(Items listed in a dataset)
BEGIN
"""Identification of a modal Iwan model from ring-down records: the fit of one build.

Per mode (the modes are uncoupled, so each is fitted on its own):

1. Every record is processed (:mod:`.process`): modal filter, mirror about the impact,
   zero-phase band-pass and Hilbert transform, trimming, noise floor.  What is compared is the
   log envelope ``ln A`` and the phase ``psi`` of the analytic signal at samples ``1/ENBW`` apart
   (nearly independent for band-limited noise) inside each record's window.
2. **Start** (:mod:`.closed_form`): micro-slip closed forms fitted to the damping and frequency
   curves.
3. **Fit to simulated ring-downs**: the exact core (:class:`jointfmu.physics.integrate.ModalSimulator`,
   every record's ring-down of this mode at once, each from an impulse at the record's impact
   time with its own initial velocity) gives the same quantity at the record's samples; it goes
   through the *same* processing, and the weighted misfit

       chi2 = sum over records and samples of (A/sigma)^2 [(ln A_rec - ln A_sim)^2
                                                           + (psi_rec - psi_sim - phi_r)^2]

   is minimized (``sigma`` the noise of the analytic signal per component, so that each term is
   a unit-variance normal deviate: ``delta ln A`` and ``delta psi`` of a sine in noise both have
   variance ``sigma^2/A^2``; ``phi_r`` a per-record phase offset, solved in closed form) by
   Levenberg-Marquardt least squares (:meth:`_Problem.solve`).  Processing biases cancel, and the
   transition from micro- to macro-slip, where the closed forms are several percent off, comes
   out right (physics sheet sec. 9).  The unknowns are ``f0, zeta, chi, ln R`` in micro-slip
   (any ``Kt`` share and ``beta`` give the same ring-down below the onset of macro-slip), or
   ``f0, zeta, chi, ln Fs, Kt/(2 pi f0)^2, beta`` with macro-slip; plus the log initial velocity
   of every record.
4. **Macro-slip decision**: the macro-slip model is fitted when there is a hint of it (see
   :func:`_needs_macro`) and kept when it lowers ``chi2`` significantly (likelihood-ratio test,
   two added parameters, at the 0.1 % level: ``Delta chi2 / s^2 > 13.8``; S. S. Wilks, "The
   large-sample distribution of the likelihood ratio for testing composite hypotheses", Ann. Math.
   Statist. 9(1):60-62, 1938) with the
   onset of macro-slip inside the range of the data.  Otherwise only the micro-slip values are
   determined: the template's ``Kt`` share and ``beta`` are kept and ``Fs`` is solved from ``R``.
5. **95 % intervals** by profile likelihood (e.g. D. J. Venzon and S. H. Moolgavkar, "A method
   for computing profile-likelihood-based confidence intervals", Appl. Statist. 37(1):87-94,
   1988): for each parameter the others (and the initial velocities) are re-optimized at the
   Wald points +-1.96 standard errors by one Gauss-Newton step from their linear prediction,
   and the crossing of ``Delta chi2 = 3.84 s^2`` is found on each side from the profile's
   curvature there; ``s^2 = max(1, chi2_min / dof)`` widens the intervals where the simulated
   ring-downs miss the records by more than the noise (common practice in nonlinear regression,
   D. M. Bates and D. G. Watts, Nonlinear Regression Analysis and Its Applications, Wiley 1988).
6. **Collapse** (:func:`_collapse`): the damping curves of every record and every sensor
   against modal amplitude, each compared with the fitted model's curve for that record
   (simulated and processed alike); ``collapse`` is the RMS relative deviation.  Large values mean
   the uncoupled-modes picture does not hold for this mode (coupling, a sensor or impact point that
   sees the mode weakly, a joint slipping in several modes).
END
* [Exercise prompt] In the entries above, find each line with the string "where" and copy it.

* [Answer box]
   transition from micro- to macro-slip, where the closed forms are several percent off, comes
   curvature there; ``s^2 = max(1, chi2_min / dof)`` widens the intervals where the simulated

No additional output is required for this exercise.